Lesson 49 Brownian Motion

The videos above discussed Brownian motion of particles moving in two or three dimensions; for simplicity, we will only consider Brownian motion in one dimension. This can be used to model, among other things, a particle moving along a line.

Shown below are 5 sample paths of Brownian motion.

Definition 49.1 (Brownian Motion) Brownian motion $\{ B(t); t \geq 0 \}$ is a continuous-time process with the following properties:

The “particle” starts at the origin at $t=0$: $B(0) = 0$.
The displacement over any interval $(t_0, t_1)$, denoted by $B(t_1) - B(t_0)$, follows a $\text{Normal}(\mu=0, \sigma=\sqrt{\alpha(t_1 - t_0)})$ distribution.
Independent increments: The displacements over non-overlapping intervals are independent.

The parameter $\alpha$ controls the scale of Brownian motion.

These three properties allow us to calculate most probabilities of interest.

Example 49.1 (Motion of a Pollen Grain) The horizontal position of a grain of pollen suspended in water can be modeled by Brownian motion with scale $\alpha = 4 \text{mm}^2/\text{s}$.

What is the probability the pollen grain moves by more than 10 mm (in the horizontal direction) between 1 and 4 seconds?
If the particle is more than 5 mm away from the origin after 1 second, what is the probability the pollen grain moves by more than 10 mm between 1 and 4 seconds?

Solution. .

The displacement of the particle between 1 and 4 seconds is represented by $B(4) - B(1)$, which we know follows a $\text{Normal}(\mu=0, \sigma=\underbrace{\sqrt{4(4-1)}}_{\sqrt{12}})$ distribution.

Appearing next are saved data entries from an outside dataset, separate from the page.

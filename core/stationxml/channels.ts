/**
 * Matching waveform channels to their metadata: by SEED codes and by the epoch in force at a time,
 * and the report of data channels that have no metadata.
 */
import { channelKey, type ChannelId } from '../model';
import type { Micros } from '../time';
import type { ChannelMeta, Inventory } from './types';

/** Every channel epoch of the inventory, in document order. */
export function channelsOf(inv: Inventory): ChannelMeta[] {
  const out: ChannelMeta[] = [];
  for (const n of inv.networks) for (const s of n.stations) for (const c of s.channels) out.push(c);
  return out;
}

/** Channel epochs by "NET.STA.LOC.CHA", each list sorted by start (an open start first). */
const indexes = new WeakMap<Inventory, Map<string, ChannelMeta[]>>();

function indexOf(inv: Inventory): Map<string, ChannelMeta[]> {
  let index = indexes.get(inv);
  if (index) return index;
  index = new Map();
  for (const c of channelsOf(inv)) {
    const key = channelKey(c.id);
    const list = index.get(key);
    if (list) list.push(c);
    else index.set(key, [c]);
  }
  for (const list of index.values()) list.sort((a, b) => (a.start ?? -Infinity) - (b.start ?? -Infinity));
  indexes.set(inv, index);
  return index;
}

/** True when the epoch is in force at `t`: start <= t < end (an open start or end imposes nothing). */
export function epochCovers(c: ChannelMeta, t: Micros): boolean {
  return (c.start === null || c.start <= t) && (c.end === null || t < c.end);
}

/** True when the epoch overlaps the closed span [from, to]. */
function epochOverlaps(c: ChannelMeta, from: Micros, to: Micros): boolean {
  return (c.start === null || c.start <= to) && (c.end === null || from < c.end);
}

/**
 * The channel epoch in force for `id` at time `t` (µs): same network, station, location and channel
 * codes (compared exactly, as miniSEED and StationXML both write them without padding), with
 * start <= t < end. When epochs overlap (faulty metadata), the one that started last wins.
 */
export function findChannel(inv: Inventory, id: ChannelId, t: Micros): ChannelMeta | undefined {
  if (!Number.isFinite(t)) throw new RangeError(`time must be finite microseconds, got ${t}`);
  const list = indexOf(inv).get(channelKey(id));
  if (!list) return undefined;
  for (let i = list.length - 1; i >= 0; i--) if (epochCovers(list[i], t)) return list[i];
  return undefined;
}

/**
 * True for channels that carry logs or station state of health rather than ground motion, which
 * are reported quietly when they have no metadata. By the SEED Reference Manual v2.4 appendix A
 * (restated in the FDSN Source Identifiers specification, "Channel codes"): the reserved codes LOG
 * (console log) and SOH; band codes A (administrative, e.g. ACE clock errors) and O (opaque, e.g.
 * OCF configuration); instrument codes E (electronic test point), K (temperature), I (humidity) and
 * M (mass position). LCQ and LCE (clock quality and clock phase error) are added as common practice
 * (dataloggers write them although C is officially the calibration-input instrument code).
 */
export function isStateOfHealthChannel(channel: string): boolean {
  const c = channel.toUpperCase();
  if (c === 'LOG' || c === 'SOH' || c === 'LCQ' || c === 'LCE') return true;
  if (c.length !== 3) return false;
  const band = c[0];
  const instrument = c[1];
  return band === 'A' || band === 'O' || 'EKIM'.includes(instrument);
}

/** Data seen for a channel: its codes and, when known, the time span of its samples (µs). */
export interface DataChannel {
  readonly id: ChannelId;
  readonly start?: Micros;
  readonly end?: Micros;
}

/** A data channel that has no metadata. */
export interface MissingMetadata {
  readonly id: ChannelId;
  /** "NET.STA.LOC.CHA". */
  readonly key: string;
  /** 'no-channel': no epoch with these codes; 'no-epoch': epochs exist, none overlaps the data. */
  readonly reason: 'no-channel' | 'no-epoch';
}

/** Data channels without metadata, once per channel, waveforms apart from logs and state of health. */
export interface MissingMetadataReport {
  /** Ground-motion (and other waveform) channels: report these to the analyst. */
  readonly waveforms: MissingMetadata[];
  /** Log and state-of-health channels ({@link isStateOfHealthChannel}): list quietly. */
  readonly stateOfHealth: MissingMetadata[];
}

/**
 * Which data channels have no metadata. A channel has metadata when an epoch with its codes
 * overlaps its data span (or, without a span, when any epoch has its codes). Several entries for the
 * same channel (e.g. one per segment) give one report: the channel is missing only when none of its
 * spans is covered, and it is reported once, in the order first seen.
 */
export function missingMetadata(inv: Inventory, data: readonly DataChannel[]): MissingMetadataReport {
  if (!Array.isArray(data)) throw new TypeError('data must be an array of { id, start?, end? }');
  const index = indexOf(inv);
  const order: string[] = [];
  const verdict = new Map<string, MissingMetadata | null>();
  for (const d of data) {
    const key = channelKey(d.id);
    if (!verdict.has(key)) order.push(key);
    if (verdict.get(key) === null) continue;
    const list = index.get(key);
    let found: MissingMetadata | null;
    if (!list) found = { id: d.id, key, reason: 'no-channel' };
    else if (d.start === undefined) found = null;
    else {
      const to = d.end ?? d.start;
      found = list.some((c) => epochOverlaps(c, d.start as Micros, to)) ? null : { id: d.id, key, reason: 'no-epoch' };
    }
    verdict.set(key, found);
  }
  const waveforms: MissingMetadata[] = [];
  const stateOfHealth: MissingMetadata[] = [];
  for (const key of order) {
    const m = verdict.get(key);
    if (!m) continue;
    (isStateOfHealthChannel(m.id.channel) ? stateOfHealth : waveforms).push(m);
  }
  return { waveforms, stateOfHealth };
}
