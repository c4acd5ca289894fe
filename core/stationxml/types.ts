/**
 * Station metadata as read from FDSN StationXML (schema versions 1.0, 1.1 and 1.2; namespace
 * http://www.fdsn.org/xml/station/1). Element names in the comments are the schema's.
 *
 * Units: angles in degrees, distances in metres, frequencies in Hz, sample rates in samples per
 * second, times in integer microseconds since the epoch (core/time.ts).
 */
import type { ChannelId } from '../model';
import type { Micros } from '../time';

/** A complex number: a pole or zero (`Real`, `Imaginary`). */
export interface Complex {
  readonly re: number;
  readonly im: number;
}

/** `PzTransferFunctionType` values allowed by the schema. */
export type PzTransferFunction = 'LAPLACE (RADIANS/SECOND)' | 'LAPLACE (HERTZ)' | 'DIGITAL (Z-TRANSFORM)';

/** `CfTransferFunctionType` values allowed by the schema. */
export type CfTransferFunction = 'ANALOG (RADIANS/SECOND)' | 'ANALOG (HERTZ)' | 'DIGITAL';

/** A `PolesZeros` stage filter. */
export interface PolesZerosFilter {
  readonly kind: 'polesZeros';
  readonly transferFunction: PzTransferFunction;
  /** `NormalizationFactor` (A0): scales the poles-and-zeros ratio to 1 at the normalization frequency. */
  readonly normalizationFactor: number;
  /** `NormalizationFrequency`, Hz. */
  readonly normalizationFrequency: number;
  /** `Zero` elements in document order (rad/s or Hz as `transferFunction` says). */
  readonly zeros: readonly Complex[];
  /** `Pole` elements in document order. */
  readonly poles: readonly Complex[];
}

/** A `Coefficients` stage filter (numerator and denominator of a rational transfer function). */
export interface CoefficientsFilter {
  readonly kind: 'coefficients';
  readonly transferFunction: CfTransferFunction;
  readonly numerator: readonly number[];
  readonly denominator: readonly number[];
}

/** A `FIR` stage filter. With symmetry EVEN or ODD only the first half of the coefficients is stored (as in the file). */
export interface FirFilter {
  readonly kind: 'fir';
  readonly symmetry: 'NONE' | 'EVEN' | 'ODD';
  readonly coefficients: readonly number[];
}

/** A `ResponseList` stage filter: amplitude (dimensionless gain) and phase (degrees) at given frequencies (Hz). */
export interface ResponseListFilter {
  readonly kind: 'responseList';
  readonly points: readonly { readonly frequency: number; readonly amplitude: number; readonly phase: number }[];
}

/** A `Polynomial` stage: Maclaurin coefficients only (non-linear sensors; not used by seismic channels). */
export interface PolynomialFilter {
  readonly kind: 'polynomial';
  readonly coefficients: readonly number[];
}

export type StageFilter = PolesZerosFilter | CoefficientsFilter | FirFilter | ResponseListFilter | PolynomialFilter;

/** `Decimation`: input rate in Hz, factor and offset in samples, delay and correction in seconds. */
export interface Decimation {
  readonly inputSampleRate: number;
  readonly factor: number;
  readonly offset: number;
  readonly delay: number;
  readonly correction: number;
}

/** `StageGain` (or any `GainType`): gain `value` (output units per input unit) valid at `frequency` Hz. */
export interface Gain {
  readonly value: number;
  readonly frequency: number;
}

/** One `Stage` of a channel's `Response`, in stage-number order. */
export interface ResponseStage {
  /** The `number` attribute (1 is the sensor). */
  readonly number: number;
  /** The filter's `InputUnits`/`Name` (e.g. "m/s", "V", "count"), or null for a gain-only stage. */
  readonly inputUnits: string | null;
  /** The filter's `OutputUnits`/`Name`, or null for a gain-only stage. */
  readonly outputUnits: string | null;
  /** The stage's filter, or null when the stage has only a gain. */
  readonly filter: StageFilter | null;
  readonly decimation: Decimation | null;
  /** `StageGain`; null when absent (allowed for Polynomial stages). */
  readonly gain: Gain | null;
}

/** `InstrumentSensitivity`: the whole channel's gain from input units to counts at one frequency. */
export interface Sensitivity {
  /** `Value`, output units per input unit (counts per m/s for a velocity sensor). Negative when the polarity is reversed. */
  readonly value: number;
  /** `Frequency`, Hz. */
  readonly frequency: number;
  /** `InputUnits`/`Name`: ground motion units, e.g. "m/s" or "M/S". */
  readonly inputUnits: string;
  /** `OutputUnits`/`Name`: usually "count" or "COUNTS". */
  readonly outputUnits: string;
  /** Sign of `value`: -1 means the channel records ground motion with reversed polarity. */
  readonly sign: 1 | -1;
}

/** One epoch of one channel. */
export interface ChannelMeta {
  readonly id: ChannelId;
  /** `startDate`; null when the file gives none (then the epoch is taken as open towards the past). */
  readonly start: Micros | null;
  /** `endDate`; null when open (absent, or a placeholder after the year 2200). */
  readonly end: Micros | null;
  /** Degrees north (WGS84 unless the file says otherwise). */
  readonly latitude: number;
  /** Degrees east. */
  readonly longitude: number;
  /** Sensor elevation, metres above sea level. */
  readonly elevation: number;
  /** Sensor depth below the local ground surface, metres. */
  readonly depth: number;
  /** Degrees clockwise from true north, in [0, 360); null when the file gives none. */
  readonly azimuth: number | null;
  /** Degrees down from horizontal in [-90, 90] (-90 is up, the usual vertical); null when the file gives none. */
  readonly dip: number | null;
  /** Samples per second; null when the file gives none. */
  readonly sampleRate: number | null;
  /** `Sensor`/`Description` (or `Model`), when given. */
  readonly sensor?: string;
  readonly sensitivity?: Sensitivity;
  /** Response stages in document order; empty when the file has none. */
  readonly stages: readonly ResponseStage[];
}

export interface StationMeta {
  readonly code: string;
  readonly start: Micros | null;
  readonly end: Micros | null;
  /** Degrees north. */
  readonly latitude: number;
  /** Degrees east. */
  readonly longitude: number;
  /** Metres above sea level. */
  readonly elevation: number;
  /** `Site`/`Name`. */
  readonly site?: string;
  readonly channels: readonly ChannelMeta[];
}

export interface NetworkMeta {
  readonly code: string;
  readonly description?: string;
  readonly start: Micros | null;
  readonly end: Micros | null;
  readonly stations: readonly StationMeta[];
}

/** A whole StationXML document. */
export interface Inventory {
  /** The root's `schemaVersion` attribute as written ("1.0", "1.1", "1.2"), or null when missing. */
  readonly schemaVersion: string | null;
  readonly source?: string;
  readonly sender?: string;
  readonly module?: string;
  /** `Created`, or null when absent. */
  readonly created: Micros | null;
  readonly networks: readonly NetworkMeta[];
}

/**
 * A StationXML document that cannot be read. The message names the file, the line (when known) and
 * the XML path of the element, e.g.
 * `inv.xml line 40: /FDSNStationXML/Network[XX]/Station[ABC]/Channel[00.HHZ]/Azimuth: not a number: "x"`.
 */
export class StationXmlError extends Error {
  override readonly name = 'StationXmlError';
  constructor(
    /** The file name given to the reader. */
    readonly file: string,
    /** 1-based line of the element (or of its nearest enclosing element), or null when unknown. */
    readonly line: number | null,
    /** XML path of the element, with codes in brackets. */
    readonly path: string,
    readonly reason: string,
  ) {
    super(`${file}${line === null ? '' : ` line ${line}`}: ${path}: ${reason}`);
  }
}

Since the question does not indicate whether the displacement is positive or negative, we’re really interested in determining $P(|B(4) - B(1)| > 10)$. Because the distribution of $B(4) - B(1)$ is symmetric about $0$, this is the same as $2 P(B(4) - B(1) > 10)$ or $2 P(B(4) - B(1) < -10)$. \[\begin{align*} P(|B(4) - B(1)| > 10) &= 2 P(B(4) - B(1) > 10) \\ &= 2 P\big(\underbrace{\frac{B(4) - B(1) - 0}{\sqrt{12}}}_Z > \frac{10 - 0}{\sqrt{12}}\big) \\ &= 2 (1 - \Phi(\frac{10}{\sqrt{12}})) \\ &\approx .0039. \end{align*}\] b. The interval $(0, 1)$ does not overlap with the interval $(1, 4)$. Therefore, by the independent increments property, $B(1) = B(1) - B(0)$ is independent of $B(4) - B(1)$, and \[ P\Big(|B(4) - B(1)| > 10\ \big|\ |B(1)| > 5\Big) = P(|B(4) - B(1)| > 10) = .0039. \]

Brownian Motion as the Limit of a Random Walk

Brownian motion is the extension of a (discrete-time) random walk $\{ X[n]; n \geq 0 \}$ to a continuous-time process $\{ B(t); t \geq 0 \}$. The recipe is as follows:

Suppose the steps of the random walk happens at intervals of $\Delta t$ seconds. That is, \[ X(t) = X\left[\frac{t}{\Delta t}\right] \]
We let $\Delta t \to 0$. Since each step happens so quickly, it does not make sense to take steps of the same size. We should also rescale the size of the steps to be commensurate with how quickly they happen. The right rescaling is: \[ B(t) = \sqrt{\Delta t} X(t). \]

If we start with a discrete-time random walk and rescale time and step sizes in this way, we get Brownian motion. The animation below illustrates this.

Essential Practice

Brownian motion is used in finance to model short-term asset price fluctuation. Suppose the price (in dollars) of a barrel of crude oil varies according to a Brownian motion process; specifically, suppose the change in a barrel’s price $t$ days from now is modeled by Brownian motion $B(t)$ with $\alpha = .15$.
1. Find the probability that the price of a barrel of crude oil has changed by more than $1, in either direction, after 5 days.
2. Repeat (a) for a time interval of 10 days.
3. Given that the price has increased by $1 after one week (7 days), what is the probability that the price has increased by at least $2 after two weeks (14 days)?